Tags: Marco Venturi, Consorzi Asi



PALERMO - “Voglio ribadire il mio apprezzamento alla commissione Bilancio per la qualità del lavoro espresso in queste settimane e per il voto unanime con cui martedì è stato varato il disegno di legge relativo alla costituzione dell’Istituto regionale per lo sviluppo delle Attività Produttive. Il mio ringraziamento va a tutti i deputati della Commissione e al presidente, onorevole Riccardo Savona”. Lo dichiara l’assessore regionale alle Attività Produttive, Marco Venturi, commentando i lavori della Commissione Bilancio al cui ordine del giorno c’era, appunto, l’esame del ddl di riforma dei consorzi Asi in Sicilia. Adesso il testo della legge di riforma, dopo un ulteriore ultimo passaggio in Commissione Attività Produttive per il voto finale, potrà approdare a Sala d’Ercole.

“è una legge molto sentita dalle imprese - afferma Marco Venturi - poiché prevede alcune importanti riforme a costo zero ma che incidono sia dal punto di vista dell’immagine dell’amministrazione, che si presenterà più snella nelle procedure e moderna nell’approccio burocratico, sia per i benefici che le imprese esistenti e nuove avranno dall’applicazione della nuova organizzazione prevista dalla riforma”.
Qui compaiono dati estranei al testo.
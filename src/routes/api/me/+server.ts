import { json } from '@sveltejs/kit';
import { apiRoute } from '$lib/server/api';
import { requireRole } from '$lib/server/authz';
import { db } from '$lib/server/db';
import { membershipsForUser } from '$lib/server/repositories/memberships';
import type { RequestHandler } from './$types';

export const GET: RequestHandler = apiRoute(async (event) => {
	const { user } = await requireRole(event, 'signed_in');
	return json({ user, memberships: await membershipsForUser(db(), user.id) });
});
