import { json } from '@sveltejs/kit';
import { apiRoute, readJson } from '$lib/server/api';
import { accountDelete } from '$lib/server/auth/account-delete';
import { sessionCookieClear } from '$lib/server/auth/lucia';
import { requireRole } from '$lib/server/authz';
import { db } from '$lib/server/db';
import { ApiError } from '$lib/server/http-errors';
import { membershipsForUser } from '$lib/server/repositories/memberships';
import { accountDeleteSchema, accountDeleteStatus } from '$lib/server/validation-account';
import type { RequestHandler } from './$types';

export const GET: RequestHandler = apiRoute(async (event) => {
	const { user } = await requireRole(event, 'signed_in');
	return json({ user, memberships: await membershipsForUser(db(), user.id) });
});

/**
 * Deletes the signed-in person's account (204), confirmed by their e-mail address and password. Their
 * work stays with the studios, shown as by "former member"; every session ends; the address is freed.
 */
export const DELETE: RequestHandler = apiRoute(async (event) => {
	const { user } = await requireRole(event, 'signed_in');
	const body = await readJson(event.request, accountDeleteSchema(user.email));
	const r = await accountDelete(db(), { userId: user.id, email: user.email, password: body.password, address: event.getClientAddress() });
	if (!r.ok) {
		const headers = r.retryAfterSeconds ? { 'retry-after': String(r.retryAfterSeconds) } : undefined;
		throw new ApiError(accountDeleteStatus[r.reason], r.reason === 'throttled' ? 'rate_limited' : r.reason, r.message, undefined, headers);
	}
	sessionCookieClear(event);
	return new Response(null, { status: 204 });
});
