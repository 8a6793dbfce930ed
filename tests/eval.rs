//! Budget tuning: the metrics against independent references (scikit-learn's F1, a numpy
//! ECE written from Guo et al. 2017), and `saccade sweep` end to end on a tiny labelled
//! set: the exhaustive row against a plain exhaustive analysis, the CSV columns, the plot,
//! and the errors for bad input.

mod common;

use std::path::{Path, PathBuf};
use std::process::{Command, Output};
use std::sync::Arc;

use image::RgbImage;
use rand::{Rng, SeedableRng};
use rand_chacha::ChaCha8Rng;
use saccade::demo::designed::DesignedParams;
use saccade::engine::{Bundle, Engine, EstimatorKind, Settings};
use saccade::eval::{csv, metrics, plot};
use saccade::onnx::writer::{Dim, GraphWriter};
use saccade::source::decode_file;
use serde_json::{json, Value};

const BIN: &str = env!("CARGO_BIN_EXE_saccade");

fn floats(v: &Value) -> Vec<f64> {
    v.as_array().unwrap().iter().map(|x| x.as_f64().unwrap()).collect()
}

/// Truth, predictions and probabilities, one row per frame.
type Case = (Vec<Vec<bool>>, Vec<Vec<bool>>, Vec<Vec<f64>>);

/// A random case; `edges` puts probabilities on bin edges and 0/1, and fixes the columns
/// scikit-learn treats specially (no positives and no predictions, no positives but
/// predictions, positives but no predictions).
fn case(rng: &mut ChaCha8Rng, frames: usize, classes: usize, edges: bool) -> Case {
    let mut truth = vec![vec![false; classes]; frames];
    let mut pred = vec![vec![false; classes]; frames];
    let mut probs = vec![vec![0.0; classes]; frames];
    let edge_values = [0.0, 0.1, 0.2, 0.3, 0.5, 0.7, 0.9, 1.0];
    for f in 0..frames {
        for c in 0..classes {
            let p: f64 = if edges && rng.random_bool(0.5) {
                edge_values[rng.random_range(0..edge_values.len())]
            } else {
                rng.random()
            };
            probs[f][c] = p;
            truth[f][c] = rng.random_bool(p.clamp(0.05, 0.95));
            pred[f][c] = rng.random_bool(0.4);
        }
    }
    if edges && classes >= 4 {
        for f in 0..frames {
            (truth[f][0], pred[f][0]) = (false, false);
            truth[f][1] = false;
            pred[f][2] = false;
        }
        pred[0][1] = true;
        truth[0][2] = true;
    }
    (truth, pred, probs)
}

fn ints(m: &[Vec<bool>]) -> Vec<Vec<u8>> {
    m.iter().map(|r| r.iter().map(|&b| b as u8).collect()).collect()
}

#[test]
fn f1_and_ece_agree_with_scikit_learn_and_numpy() {
    let mut rng = ChaCha8Rng::seed_from_u64(31);
    // (frames, classes, edge cases, ECE bins)
    let shapes = [(40, 4, true, 10), (200, 5, true, 15), (17, 2, false, 1), (300, 3, false, 7), (9, 6, true, 10)];
    let cases: Vec<_> = shapes.iter().map(|&(f, c, e, bins)| (case(&mut rng, f, c, e), bins)).collect();
    let req: Vec<Value> = cases
        .iter()
        .map(|((t, p, pr), bins)| json!({"truth": ints(t), "pred": ints(p), "probs": pr, "bins": bins}))
        .collect();
    let out: Value =
        serde_json::from_str(&common::run_reference("metrics_ref.py", &[], &Value::Array(req).to_string())).unwrap();
    for (((truth, pred, probs), bins), theirs) in cases.iter().zip(out.as_array().unwrap()) {
        // Reference: scikit-learn f1_score(average=None / "macro", zero_division=0).
        let ours = metrics::f1(truth, pred);
        let per = floats(&theirs["per_class"]);
        assert_eq!(ours.per_class.len(), per.len());
        for (c, (x, y)) in ours.per_class.iter().zip(&per).enumerate() {
            assert!((x - y).abs() < 1e-12, "class {c}: F1 {x} vs scikit-learn {y}");
        }
        let mac = theirs["macro"].as_f64().unwrap();
        assert!((ours.macro_f1 - mac).abs() < 1e-12, "macro F1 {} vs scikit-learn {mac}", ours.macro_f1);
        // Reference: numpy ECE from Guo et al., ICML 2017, equal-width bins (i/M, (i+1)/M].
        let e = theirs["ece"].as_f64().unwrap();
        let ours = metrics::ece(probs, truth, *bins);
        assert!((ours - e).abs() < 1e-12, "ECE over {bins} bins: {ours} vs numpy {e}");
    }
}
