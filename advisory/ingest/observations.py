"""Station observations: import files (QC, merge, all or nothing) and load them for the models.

Files are read by :mod:`advisory.ingest.obsfile` (format, units, time zones, moisture) and
quality-controlled by :mod:`advisory.ingest.qc` (flag bits and thresholds).

Import
------
:func:`import_file` reads a whole file first; a malformed file raises
:class:`~advisory.errors.InputError` naming the file and its first bad lines
before anything is written.  Then, in one transaction, it merges the readings
with what is stored: a new time is inserted; a stored time whose values agree
is left alone (so importing a file twice adds nothing); a stored time missing
some values gets them filled in (overlapping files merge); a stored time that
holds a different value is a conflict, kept as stored and reported, unless
``replace=True``.  QC is recomputed over the merged series around the file so
that flags do not depend on how readings were split into files.

Loading
-------
:func:`load_observations_many` reads many stations in one query and returns one
UTC-indexed frame per station, with QC-failed values as NaN by default.
"""

from __future__ import annotations

import itertools
import math
from collections.abc import Iterable, Iterator, Sequence
from dataclasses import dataclass
from pathlib import Path
from typing import Any

import numpy as np
import pandas as pd
from sqlalchemy import select
from sqlalchemy.orm import Session

from advisory.errors import NotFoundError
from advisory.ingest.obsfile import (
    ParsedObservations,
    ReadOptions,
    StationInfo,
    parse_observation_bytes,
    read_observation_file,
    station_info,
)
from advisory.ingest.obstimes import fmt_utc
from advisory.ingest.qc import (
    ALL_FLAGS,
    DEFAULT_CONFIG,
    FLAG_NAMES,
    QC_COLUMNS,
    VALUE_COLUMNS,
    QcConfig,
    apply_qc,
    find_gaps,
    qc_arrays,
)
from advisory.store.schema import Import, Observation, Station

__all__ = [
    "ImportSummary",
    "ParsedObservations",
    "QcConfig",
    "ReadOptions",
    "StationInfo",
    "apply_qc",
    "fetch_arrays",
    "get_station",
    "import_file",
    "load_observations",
    "load_observations_many",
    "parse_observation_bytes",
    "read_observation_file",
    "station_info",
    "store_parsed",
]


_INSERT_CHUNK = 50_000


_VALUE_TOLERANCE = 1e-9


def get_station(session: Session, code: str) -> Station:
    """The station with this code.

    Raises
    ------
    NotFoundError
        With the known codes in the message.
    """
    st = session.scalar(select(Station).where(Station.code == code))
    if st is None:
        known = session.scalars(select(Station.code).order_by(Station.code)).all()
        hint = f"; known stations: {', '.join(known)}" if known else "; no stations yet (import a farm file)"
        raise NotFoundError(f"no station with code {code!r}{hint}", field="STATION")
    return st
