"""Protection already under way carries into the night's updates.

An update re-plans the night from the latest readings.  Taken alone, the new
plan can drop a method the crew was told to start an hour ago: the measured
wind rose a little, so the sprinkler rate needed is now just above the
system's.  Over-tree sprinklers must not be stopped on such a change: once
the buds are iced, stopping before the ice melts after sunrise lets the water
evaporate from them and cools them below the air temperature, which kills
more buds than no sprinkling at all ("once started, keep running until the
ice melts": common practice, as extension guides on sprinkling for frost
protection put it; quoted from memory).  So:

* a method the last notice of the night advised with a start time that has
  passed at the update's clock (or that an earlier update already carried
  over) is *started*: the crew should have it running;
* a started over-tree sprinkler run stays advised in the update whatever the
  new plan says, with its original start time and the new plan's stop; when
  the new plan finds the rate short, the update says so and says to keep
  running, watch the ice and add other protection if there is any;
* any other started method that the new plan still advises keeps its
  original start time, so that a run the crew began is not "moved";
* a started wind machine or heater run that the new plan no longer advises
  is dropped: that is news for the grower, and the update says why;
* a started run of any method stays on as noticed when the update has no
  plan for it at all (no forecast: the station fell silent): the silence
  notice then says to keep it running and stop by its stop rule.

Pure functions on :class:`advisory.assessment.ProtectionStep` lists.
"""

from __future__ import annotations

import dataclasses
import datetime as dt

from advisory.assessment import ProtectionStep

__all__ = ["KEEP_RUNNING", "carry_started", "started_at"]

#: Methods that must keep running once started, whatever a later plan says (see the module docstring).
KEEP_RUNNING = frozenset({"overtree_sprinkler"})

#: Notes of a fresh plan that make no sense for a run already under way.
_FRESH_ONLY = ("Already at the start temperature", "too little water can freeze buds harder than none")


def started_at(step: ProtectionStep, now_utc: dt.datetime) -> dt.datetime | None:
    """When the crew should have started ``step`` (a step of an earlier notice), or None if not yet.

    A step started on a still earlier notice keeps that time; otherwise its
    start time once it has passed at ``now_utc``.  A step not advised, or
    advised only as "have it ready by" (start if it runs colder), has not
    started.
    """
    if not step.advised or step.method == "none":
        return None
    if step.started_utc is not None:
        return step.started_utc
    t = step.start_utc
    return t if t is not None and t <= now_utc else None


def carry_started(plan: list[ProtectionStep], noticed: list[ProtectionStep], now_utc: dt.datetime
                  ) -> list[ProtectionStep]:
    """The update's ``plan`` with the runs the last notice (``noticed``) had started carried over.

    Parameters
    ----------
    plan : list of ProtectionStep
        The update's own plan (not modified).
    noticed : list of ProtectionStep
        The plan of the last notice sent for this block and night.
    now_utc : datetime
        The update's clock (aware).

    Returns
    -------
    list of ProtectionStep
        New step objects where something changed; the others as given.  When
        a kept run makes a method advised again, the "no usable protection"
        step is left out.
    """
    started = {}
    was = {}
    for s in noticed:
        t = started_at(s, now_utc)
        if t is not None:
            started[s.method] = t
            was[s.method] = s
    if not started:
        return plan
    out: list[ProtectionStep] = []
    kept = False
    # a started run the update has no plan for at all (no forecast: station silent): it stays on as noticed
    here = {s.method for s in plan}
    for method, t in started.items():
        if method not in here:
            old = was[method]  # its run time and amounts were counted from its start: not repeated
            q = {k: v for k, v in (old.quantities or {}).items() if k not in _RUN_AMOUNTS}
            out.append(_under_way(dataclasses.replace(old, quantities=q), t, (_NO_NEW_PLAN,)))
            kept = True
    for s in plan:
        t = started.get(s.method)
        if t is None:
            out.append(s)
        elif s.advised:
            out.append(_under_way(s, t))
        elif s.method in KEEP_RUNNING:
            out.append(_keep_running(s, t))
            kept = True
        else:
            out.append(s)
    if kept:
        out = [s for s in out if s.method != "none"]
    return out


_NO_NEW_PLAN = ("No new forecast at this update: keep it running, and stop by its stop rule and the block "
                "thermometers.")

#: Quantities of a plan that count from the plan's own start: for a run under way, the rest of the run.
_RUN_AMOUNTS = ("hours", "hours_cold", "water_m3", "water_m3_cold", "water_l_per_ha", "fuel_l", "fuel_l_cold")


def _under_way(s: ProtectionStep, t: dt.datetime, first: tuple[str, ...] = ()) -> ProtectionStep:
    """``s`` as a run started at ``t``: its first start kept, notes meant for a fresh start left out."""
    notes = [*first, *(n for n in s.notes if not any(f in n for f in _FRESH_ONLY))]
    if any(k in (s.quantities or {}) for k in _RUN_AMOUNTS):
        notes.append("Run time, water and fuel are counted from this update to the stop: what the rest of "
                     "the run needs.")
    return dataclasses.replace(s, advised=True, start_utc=t, started_utc=t, ready_by_utc=None, notes=notes)


def _keep_running(s: ProtectionStep, t: dt.datetime) -> ProtectionStep:
    """A started run the new plan would not advise, kept running with the reason said plainly."""
    q = s.quantities or {}
    have, need = q.get("rate_available_mm_h"), q.get("rate_needed_mm_h")
    if have is not None and need is not None and have < need:
        why = (f"The system rate ({have:.1f} mm/h) is now below the {need:.1f} mm/h the latest readings call "
               "for. Do not stop: stopping before the ice melts does more harm than a short rate. Watch the "
               "ice (clear and dripping is working; milky and dry is not) and add any other protection you "
               "have.")
    else:
        why = ("Do not stop before the stop condition: stopping before the ice melts does more harm than "
               "sprinkling on.")
    return _under_way(s, t, (why,))
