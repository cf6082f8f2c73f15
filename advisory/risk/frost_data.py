"""What a frost plan takes and gives: the settings (:class:`FrostSettings`), the night's curves
(:class:`NightCurves`), each block's setup (:class:`BlockSetup`), and the results
(:class:`MethodPlan`, :class:`BlockRisk`).  The data shapes are described in
:mod:`advisory.risk.frost`.
"""

from __future__ import annotations

import math
from collections.abc import Mapping, Sequence
from dataclasses import dataclass, field, fields
from datetime import datetime

import numpy as np
import pandas as pd

from advisory.errors import InputError
from advisory.physics import moisture
from advisory.risk.levels import LEVELS

#: Protection methods, in the order plans are listed.
METHODS: tuple[str, ...] = ("overtree_sprinkler", "wind_machine", "heater", "undertree_sprinkler")

#: Equipment parameters read from each equipment entry (all optional unless noted).
EQUIPMENT_PARAMS: dict[str, dict[str, str]] = {
    "wind_machine": {
        "count": "number of machines (information only)",
    },
    "overtree_sprinkler": {
        "rate_mm_h": "application rate [mm/h] (required for water and adequacy)",
        "water_supply_m3": "water available for the night [m³]",
    },
    "undertree_sprinkler": {
        "rate_mm_h": "application rate [mm/h]",
        "water_supply_m3": "water available for the night [m³]",
    },
    "heater": {
        "fuel_l_per_h_per_ha": "fuel burned per hour per hectare [L/(h·ha)]",
        "heaters_per_ha": "heaters per hectare (with fuel_l_per_h_per_heater)",
        "fuel_l_per_h_per_heater": "fuel burned per heater per hour [L/h]",
        "fuel_stock_l": "fuel on hand for the block [L]",
    },
}


@dataclass(frozen=True)
class FrostSettings:
    """Risk thresholds, margins and model options for one block.

    Read from the farm's and the block's settings tables (the block's keys win)
    with :meth:`from_mappings`; unknown keys are ignored (they belong to other
    topics), known keys are checked.

    Attributes
    ----------
    start_margin_c : float
        Margin above the critical temperature for starting protection [°C]
        (common practice 1-2 °C; default 1.0).
    sprinkler_start_margin_c : float or None
        Margin for the sprinklers' wet-bulb start; None = ``start_margin_c``.
    level_slight_p, level_marked_p, level_serious_p : float
        P(kill >= 10 %) at which the level becomes slight, marked, serious.
    level_serious_kill : float
        Expected kill fraction that makes the level at least serious.
    level_grave_kill, level_grave_p90 : float
        Expected kill, or P(kill >= 90 %), that makes the level grave.
    protect_from_level : str
        Lowest level at which the block is put on the run sheet.
    wind_machine_min_inversion_c, wind_machine_max_wind_ms : float
        When a wind machine is worthwhile (common practice: inversion >= about
        1.5-2 °C, light wind).
    wind_machine_gain_fraction : float
        Share of the inversion a wind machine is expected to recover at the
        buds (from memory, unverified; used only to decide whether heaters
        should join it).
    duration_shift_c_per_doubling, duration_max_doublings, near_min_band_c : float
        Duration adjustment (see module docstring; a model assumption).
    round_minutes : int
        Rounding of start (down) and stop (up) times.
    """

    start_margin_c: float = 1.0
    sprinkler_start_margin_c: float | None = None
    level_slight_p: float = 0.05
    level_marked_p: float = 0.20
    level_serious_p: float = 0.50
    level_serious_kill: float = 0.10
    level_grave_kill: float = 0.30
    level_grave_p90: float = 0.50
    protect_from_level: str = "marked"
    wind_machine_min_inversion_c: float = 1.5
    wind_machine_max_wind_ms: float = 2.5
    wind_machine_gain_fraction: float = 0.5
    duration_shift_c_per_doubling: float = 0.15
    duration_max_doublings: float = 3.0
    near_min_band_c: float = 0.5
    round_minutes: int = 15

    _RANGES = {
        "start_margin_c": (0.0, 5.0), "sprinkler_start_margin_c": (0.0, 5.0),
        "level_slight_p": (0.0, 1.0), "level_marked_p": (0.0, 1.0), "level_serious_p": (0.0, 1.0),
        "level_serious_kill": (0.0, 1.0), "level_grave_kill": (0.0, 1.0), "level_grave_p90": (0.0, 1.0),
        "wind_machine_min_inversion_c": (0.0, 10.0), "wind_machine_max_wind_ms": (0.0, 20.0),
        "wind_machine_gain_fraction": (0.0, 1.0), "duration_shift_c_per_doubling": (0.0, 2.0),
        "duration_max_doublings": (0.0, 10.0), "near_min_band_c": (0.0, 5.0), "round_minutes": (1, 60),
    }

    @property
    def sprinkler_margin_c(self) -> float:
        return self.start_margin_c if self.sprinkler_start_margin_c is None else self.sprinkler_start_margin_c

    @property
    def protect_level_index(self) -> int:
        return LEVELS.index(self.protect_from_level)

    @classmethod
    def from_mappings(cls, *mappings: Mapping | None, where: str = "settings") -> FrostSettings:
        """Settings from one or more mappings, later ones overriding earlier ones.

        A nested ``frost`` table inside a mapping is read too (its keys win
        over the flat keys of the same mapping).

        Raises
        ------
        InputError
            A known key with a bad value; ``field`` names the key.
        """
        merged: dict = {}
        for m in mappings:
            if not m:
                continue
            merged.update({k: v for k, v in m.items() if k != "frost"})
            if isinstance(m.get("frost"), Mapping):
                merged.update(m["frost"])
        names = {f.name for f in fields(cls)}
        kwargs = {}
        for key, value in merged.items():
            if key not in names:
                continue
            if key == "protect_from_level":
                if value not in LEVELS:
                    raise InputError(f"{key} must be one of {', '.join(LEVELS)}", file=where, field=key)
                kwargs[key] = value
                continue
            if value is None and key == "sprinkler_start_margin_c":
                kwargs[key] = None
                continue
            try:
                v = float(value)
            except (TypeError, ValueError):
                raise InputError(f"{key} must be a number", file=where, field=key) from None
            lo, hi = cls._RANGES[key]
            if not (math.isfinite(v) and lo <= v <= hi):
                raise InputError(f"{key} must be between {lo:g} and {hi:g}", file=where, field=key)
            kwargs[key] = int(v) if key == "round_minutes" else v
        out = cls(**kwargs)
        if not out.level_slight_p <= out.level_marked_p <= out.level_serious_p:
            raise InputError("level thresholds must rise: level_slight_p <= level_marked_p <= level_serious_p",
                             file=where, field="level_marked_p")
        return out


# --------------------------------------------------------------------------------------------------
# Inputs
# --------------------------------------------------------------------------------------------------

@dataclass
class NightCurves:
    """Hourly forecast curves for ``n`` blocks on a shared time grid (see module docstring)."""

    times_utc: pd.DatetimeIndex
    air_temp_c: np.ndarray
    dew_point_c: np.ndarray
    wind_speed_ms: np.ndarray
    sunrise_utc: np.ndarray
    pressure_kpa: np.ndarray | float = moisture.STANDARD_PRESSURE_KPA
    polar_day: np.ndarray | None = None

    def __post_init__(self):
        t = pd.DatetimeIndex(self.times_utc)
        if t.tz is None:
            raise ValueError("times_utc must be timezone-aware")
        self.times_utc = t.tz_convert("UTC")
        if len(t) < 2 or not t.is_monotonic_increasing:
            raise ValueError("times_utc must hold at least two increasing times")
        self.air_temp_c = np.atleast_2d(np.asarray(self.air_temp_c, dtype=float))
        n, m = self.air_temp_c.shape
        if m != len(t):
            raise ValueError(f"air_temp_c has {m} columns for {len(t)} times")
        self.dew_point_c = np.broadcast_to(np.asarray(self.dew_point_c, dtype=float), (n, m)).copy()
        self.wind_speed_ms = np.broadcast_to(np.asarray(self.wind_speed_ms, dtype=float), (n, m)).copy()
        self.pressure_kpa = np.broadcast_to(np.asarray(self.pressure_kpa, dtype=float), (n,)).copy()
        sr = pd.to_datetime(pd.Series(np.atleast_1d(self.sunrise_utc)), utc=True)
        self.sunrise_utc = sr.dt.tz_localize(None).to_numpy(dtype="datetime64[ns]")
        if self.sunrise_utc.shape != (n,):
            raise ValueError("sunrise_utc must have one entry per block")
        self.polar_day = (np.zeros(n, bool) if self.polar_day is None
                          else np.broadcast_to(np.asarray(self.polar_day, bool), (n,)).copy())
        if np.any(np.isfinite(self.air_temp_c).sum(axis=1) < 2):
            raise ValueError("every block needs at least two valid hourly air temperatures")

    @property
    def n_blocks(self) -> int:
        return self.air_temp_c.shape[0]


@dataclass
class BlockSetup:
    """One block's static inputs (see module docstring)."""

    name: str
    crop: str
    stage: str
    t10_c: float
    t90_c: float
    area_ha: float
    equipment: Sequence[Mapping] = ()
    upper_inversion_c: float | None = None
    cloud_cover_pct: float | None = None
    settings: FrostSettings = field(default_factory=FrostSettings)


# --------------------------------------------------------------------------------------------------
# Outputs
# --------------------------------------------------------------------------------------------------

@dataclass(frozen=True)
class MethodPlan:
    """Plan for one protection method on one block.

    Times are tz-aware UTC datetimes (None when not applicable).  Quantities
    are for the central forecast; ``*_cold`` for the cold (10th-percentile)
    case.

    Attributes
    ----------
    method : str
        One of :data:`METHODS` or "none".
    usable : bool
        The method can be expected to help tonight.
    recommended : bool
        Part of the plan the run sheet shows.
    start_utc, stop_utc : datetime or None
        Expected start and stop.  ``start_utc`` None with ``ready_by_utc`` set
        means the start condition is reached only in the cold case.
    ready_by_utc : datetime or None
        Start in the cold case: be ready by then.
    stop_open : bool
        The stop condition is not reached before the curve ends; ``stop_utc``
        is then the end of the curve and run figures are lower bounds.
    run_hours, run_hours_cold : float or None
    start_air_temp_c : float or None
        Air (thermometer) temperature at which to start.
    start_wet_bulb_c : float or None
        Wet-bulb temperature at which to start (sprinklers).
    rate_mm_h, required_rate_mm_h : float or None
        Equipment and needed application rate (sprinklers).
    water_m3, water_m3_cold, water_l_per_ha : float or None
    fuel_l, fuel_l_cold : float or None
    inversion_c : float or None
    inversion_estimated : bool
    notes : tuple of str
        Plain-language reasons and remarks.
    caution_keys : tuple of str
        Keys into :mod:`advisory.risk.cautions`.
    """

    method: str
    usable: bool
    recommended: bool = False
    start_utc: datetime | None = None
    ready_by_utc: datetime | None = None
    stop_utc: datetime | None = None
    stop_open: bool = False
    run_hours: float | None = None
    run_hours_cold: float | None = None
    start_air_temp_c: float | None = None
    start_wet_bulb_c: float | None = None
    rate_mm_h: float | None = None
    required_rate_mm_h: float | None = None
    water_m3: float | None = None
    water_m3_cold: float | None = None
    water_l_per_ha: float | None = None
    fuel_l: float | None = None
    fuel_l_cold: float | None = None
    inversion_c: float | None = None
    inversion_estimated: bool = False
    notes: tuple[str, ...] = ()
    caution_keys: tuple[str, ...] = ()


@dataclass(frozen=True)
class BlockRisk:
    """Frost risk and protection plans for one block and night.

    Attributes
    ----------
    block, crop, stage : str
    t10_c, t90_c : float
    critical_c : float
        The critical temperature used for starting protection (T10).
    min_p10_c, min_p50_c, min_p90_c : float
        Forecast minimum and its range [°C].
    time_of_min_utc : datetime
        Time of the minimum on the central curve.
    sustained_min_offset_c : float
        30-minute sustained minimum minus the minimum on the curve [°C].
    duration_shift_c : float
        Extra cooling equivalent for long exposure [°C].
    near_min_hours : float
        Hours within ``near_min_band_c`` of the sustained minimum.
    hours_below_t10, hours_below_t10_cold : float
        Hours at or below T10 on the central and cold curves.
    expected_kill : float
        Expected fraction of buds killed.
    p_kill_10, p_kill_90 : float
        P(kill >= 10 %), P(kill >= 90 %).
    level : str
        One of :data:`LEVELS`.
    needs_protection : bool
        Level at or above the block's ``protect_from_level``.
    plans : tuple of MethodPlan
        One per method the block has (or one "none").
    p_min_below_t10, p_min_below_t90 : float
        P(night minimum <= T10), P(night minimum <= T90).
    critical_time_utc : datetime or None
        When the central curve first reaches the critical temperature (T10)
        itself; None when the central forecast stays above it.  (Protection
        starts earlier, at critical + start margin: see the plans.)
    """

    block: str
    crop: str
    stage: str
    t10_c: float
    t90_c: float
    critical_c: float
    min_p10_c: float
    min_p50_c: float
    min_p90_c: float
    time_of_min_utc: datetime
    sustained_min_offset_c: float
    duration_shift_c: float
    near_min_hours: float
    hours_below_t10: float
    hours_below_t10_cold: float
    expected_kill: float
    p_kill_10: float
    p_kill_90: float
    level: str
    needs_protection: bool
    plans: tuple[MethodPlan, ...]
    p_min_below_t10: float = float("nan")
    p_min_below_t90: float = float("nan")
    critical_time_utc: datetime | None = None

    @property
    def level_index(self) -> int:
        return LEVELS.index(self.level)

    @property
    def recommended(self) -> tuple[MethodPlan, ...]:
        return tuple(p for p in self.plans if p.recommended)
Il ddl prevede, tra le altre cose, la soppressione dei Consorzi Asi e la conseguente istituzione dell’Istituto regionale per lo sviluppo delle Attività produttive (Irsap).
“L’Istituto sarà un organismo snello, rapido ed efficiente per dare risposte celeri ed in tempi certi. Tutto ciò - spiega Venturi - si otterrà attraverso la creazione di “zone industriali a burocrazia zero”, la soppressione di circa 800 posti di sottogoverno (tra consigli generali e direttivi e diminuzione dei direttori generali) ed un risparmio per le casse regionali di circa 4 milioni di euro l’anno”.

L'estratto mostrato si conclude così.